### Problem to work on
Across the records below, how many lines contain the string "ScalarTerm"? Give the number by itself.

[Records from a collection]
━━━━━━━━━━
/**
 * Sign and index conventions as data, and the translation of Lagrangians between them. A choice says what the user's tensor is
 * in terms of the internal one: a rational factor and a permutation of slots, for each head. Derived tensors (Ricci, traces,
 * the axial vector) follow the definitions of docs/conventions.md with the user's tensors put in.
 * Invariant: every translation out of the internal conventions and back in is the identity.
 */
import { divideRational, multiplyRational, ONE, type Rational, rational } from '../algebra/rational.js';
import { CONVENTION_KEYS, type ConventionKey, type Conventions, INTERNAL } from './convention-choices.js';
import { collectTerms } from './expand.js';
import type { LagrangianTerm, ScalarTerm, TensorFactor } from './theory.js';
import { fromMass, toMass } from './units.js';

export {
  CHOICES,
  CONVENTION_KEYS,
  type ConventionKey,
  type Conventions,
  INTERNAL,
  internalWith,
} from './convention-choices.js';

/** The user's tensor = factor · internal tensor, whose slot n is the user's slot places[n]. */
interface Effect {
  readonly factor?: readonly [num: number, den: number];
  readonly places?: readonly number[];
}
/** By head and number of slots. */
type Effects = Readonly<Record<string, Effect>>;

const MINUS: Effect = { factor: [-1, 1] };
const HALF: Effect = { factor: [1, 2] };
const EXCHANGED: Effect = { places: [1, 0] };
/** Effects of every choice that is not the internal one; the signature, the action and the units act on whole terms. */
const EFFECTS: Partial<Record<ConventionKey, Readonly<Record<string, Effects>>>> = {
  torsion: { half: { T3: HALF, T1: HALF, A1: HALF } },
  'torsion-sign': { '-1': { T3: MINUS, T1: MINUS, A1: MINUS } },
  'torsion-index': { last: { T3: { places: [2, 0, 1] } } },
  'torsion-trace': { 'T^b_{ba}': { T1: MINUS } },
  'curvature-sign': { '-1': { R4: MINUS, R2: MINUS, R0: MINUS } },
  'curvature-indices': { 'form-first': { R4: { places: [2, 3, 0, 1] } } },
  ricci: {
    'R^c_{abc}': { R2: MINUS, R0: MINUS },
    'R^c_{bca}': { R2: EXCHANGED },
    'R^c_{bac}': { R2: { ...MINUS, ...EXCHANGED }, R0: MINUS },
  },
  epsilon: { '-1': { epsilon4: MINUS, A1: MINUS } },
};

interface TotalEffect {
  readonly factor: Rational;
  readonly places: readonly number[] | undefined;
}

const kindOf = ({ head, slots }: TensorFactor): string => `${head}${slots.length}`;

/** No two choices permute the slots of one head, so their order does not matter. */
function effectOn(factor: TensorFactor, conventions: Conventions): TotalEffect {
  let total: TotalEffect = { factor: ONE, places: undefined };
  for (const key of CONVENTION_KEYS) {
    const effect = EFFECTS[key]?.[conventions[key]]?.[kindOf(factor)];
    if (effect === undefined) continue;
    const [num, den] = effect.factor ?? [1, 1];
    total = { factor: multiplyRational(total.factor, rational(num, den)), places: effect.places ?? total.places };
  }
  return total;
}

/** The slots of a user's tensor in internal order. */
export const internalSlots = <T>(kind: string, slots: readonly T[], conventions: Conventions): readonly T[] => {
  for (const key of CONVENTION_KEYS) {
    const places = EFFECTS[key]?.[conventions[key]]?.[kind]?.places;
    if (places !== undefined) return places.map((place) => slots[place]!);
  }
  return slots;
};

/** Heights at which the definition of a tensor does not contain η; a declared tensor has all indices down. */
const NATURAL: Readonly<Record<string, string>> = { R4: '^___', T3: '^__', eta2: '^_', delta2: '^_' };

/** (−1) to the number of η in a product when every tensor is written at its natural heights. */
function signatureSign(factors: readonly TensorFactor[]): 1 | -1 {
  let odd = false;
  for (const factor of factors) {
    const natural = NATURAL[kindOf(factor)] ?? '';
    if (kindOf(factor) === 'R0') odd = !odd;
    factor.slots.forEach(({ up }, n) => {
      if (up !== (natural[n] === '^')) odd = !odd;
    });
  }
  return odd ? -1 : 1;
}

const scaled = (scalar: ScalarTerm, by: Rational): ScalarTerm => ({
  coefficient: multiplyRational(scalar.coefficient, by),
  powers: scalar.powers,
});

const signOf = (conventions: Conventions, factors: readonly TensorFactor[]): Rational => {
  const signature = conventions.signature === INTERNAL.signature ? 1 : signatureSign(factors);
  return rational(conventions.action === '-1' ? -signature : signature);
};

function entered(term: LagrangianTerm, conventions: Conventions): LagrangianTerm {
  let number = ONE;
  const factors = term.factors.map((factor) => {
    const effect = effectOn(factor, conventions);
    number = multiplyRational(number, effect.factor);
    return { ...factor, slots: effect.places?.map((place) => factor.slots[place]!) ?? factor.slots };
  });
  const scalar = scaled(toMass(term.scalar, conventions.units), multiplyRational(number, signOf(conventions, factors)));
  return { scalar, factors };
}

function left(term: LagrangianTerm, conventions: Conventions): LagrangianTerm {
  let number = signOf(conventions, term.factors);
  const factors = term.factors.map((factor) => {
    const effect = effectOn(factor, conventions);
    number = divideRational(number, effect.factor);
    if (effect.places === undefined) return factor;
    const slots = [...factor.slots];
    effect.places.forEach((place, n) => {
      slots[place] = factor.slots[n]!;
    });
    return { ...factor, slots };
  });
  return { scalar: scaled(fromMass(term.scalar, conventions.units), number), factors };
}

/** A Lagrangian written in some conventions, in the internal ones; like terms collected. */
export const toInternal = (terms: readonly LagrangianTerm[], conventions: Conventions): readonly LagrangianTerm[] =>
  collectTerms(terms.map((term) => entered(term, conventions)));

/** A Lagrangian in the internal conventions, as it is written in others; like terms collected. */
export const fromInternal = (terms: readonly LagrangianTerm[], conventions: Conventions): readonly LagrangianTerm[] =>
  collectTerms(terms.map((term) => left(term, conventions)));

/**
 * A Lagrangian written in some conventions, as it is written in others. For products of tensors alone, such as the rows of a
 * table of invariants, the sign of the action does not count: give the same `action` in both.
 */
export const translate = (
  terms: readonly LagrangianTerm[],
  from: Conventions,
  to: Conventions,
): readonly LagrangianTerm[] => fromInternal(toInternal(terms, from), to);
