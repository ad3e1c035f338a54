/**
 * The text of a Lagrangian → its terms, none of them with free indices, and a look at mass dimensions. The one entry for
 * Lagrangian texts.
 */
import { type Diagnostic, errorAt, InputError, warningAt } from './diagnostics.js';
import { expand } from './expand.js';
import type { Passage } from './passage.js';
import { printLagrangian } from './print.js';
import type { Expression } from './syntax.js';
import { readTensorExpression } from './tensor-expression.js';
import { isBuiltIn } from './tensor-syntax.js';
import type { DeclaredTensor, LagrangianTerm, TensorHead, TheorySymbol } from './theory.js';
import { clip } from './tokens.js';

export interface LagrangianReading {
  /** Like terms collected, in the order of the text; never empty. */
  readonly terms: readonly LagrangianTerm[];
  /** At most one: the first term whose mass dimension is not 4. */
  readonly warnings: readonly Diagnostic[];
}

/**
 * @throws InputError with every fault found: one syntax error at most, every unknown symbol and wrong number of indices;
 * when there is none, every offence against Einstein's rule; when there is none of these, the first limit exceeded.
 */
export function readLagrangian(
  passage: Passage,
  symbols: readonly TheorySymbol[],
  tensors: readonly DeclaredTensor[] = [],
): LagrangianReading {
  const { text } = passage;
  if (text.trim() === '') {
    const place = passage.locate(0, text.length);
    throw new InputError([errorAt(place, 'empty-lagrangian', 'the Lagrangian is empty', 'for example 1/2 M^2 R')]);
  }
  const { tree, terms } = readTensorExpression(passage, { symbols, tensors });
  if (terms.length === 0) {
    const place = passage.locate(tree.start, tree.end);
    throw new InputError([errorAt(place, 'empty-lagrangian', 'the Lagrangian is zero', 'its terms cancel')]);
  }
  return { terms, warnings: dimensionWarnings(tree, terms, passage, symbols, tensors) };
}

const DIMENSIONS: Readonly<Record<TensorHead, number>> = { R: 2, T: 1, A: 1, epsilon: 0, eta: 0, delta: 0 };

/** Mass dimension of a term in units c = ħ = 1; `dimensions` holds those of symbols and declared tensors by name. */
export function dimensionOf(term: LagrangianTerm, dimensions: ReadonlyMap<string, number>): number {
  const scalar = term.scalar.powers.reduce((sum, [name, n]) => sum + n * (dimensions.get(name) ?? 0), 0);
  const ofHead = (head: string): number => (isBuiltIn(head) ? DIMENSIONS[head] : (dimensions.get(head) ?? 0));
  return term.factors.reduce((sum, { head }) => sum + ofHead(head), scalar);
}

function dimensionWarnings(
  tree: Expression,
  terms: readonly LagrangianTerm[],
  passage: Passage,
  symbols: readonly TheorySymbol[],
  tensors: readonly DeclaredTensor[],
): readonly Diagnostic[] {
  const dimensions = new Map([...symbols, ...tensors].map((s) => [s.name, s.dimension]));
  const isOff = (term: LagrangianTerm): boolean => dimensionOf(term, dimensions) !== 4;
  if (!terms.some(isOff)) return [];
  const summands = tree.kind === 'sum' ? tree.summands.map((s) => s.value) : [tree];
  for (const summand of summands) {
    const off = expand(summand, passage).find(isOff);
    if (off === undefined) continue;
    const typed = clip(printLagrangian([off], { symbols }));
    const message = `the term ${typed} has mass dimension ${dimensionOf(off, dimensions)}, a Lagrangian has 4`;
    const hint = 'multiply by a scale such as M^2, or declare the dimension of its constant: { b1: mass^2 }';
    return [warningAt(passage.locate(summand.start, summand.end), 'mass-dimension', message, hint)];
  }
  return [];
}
━━━━━━━━━━
### Reply to the exercise
2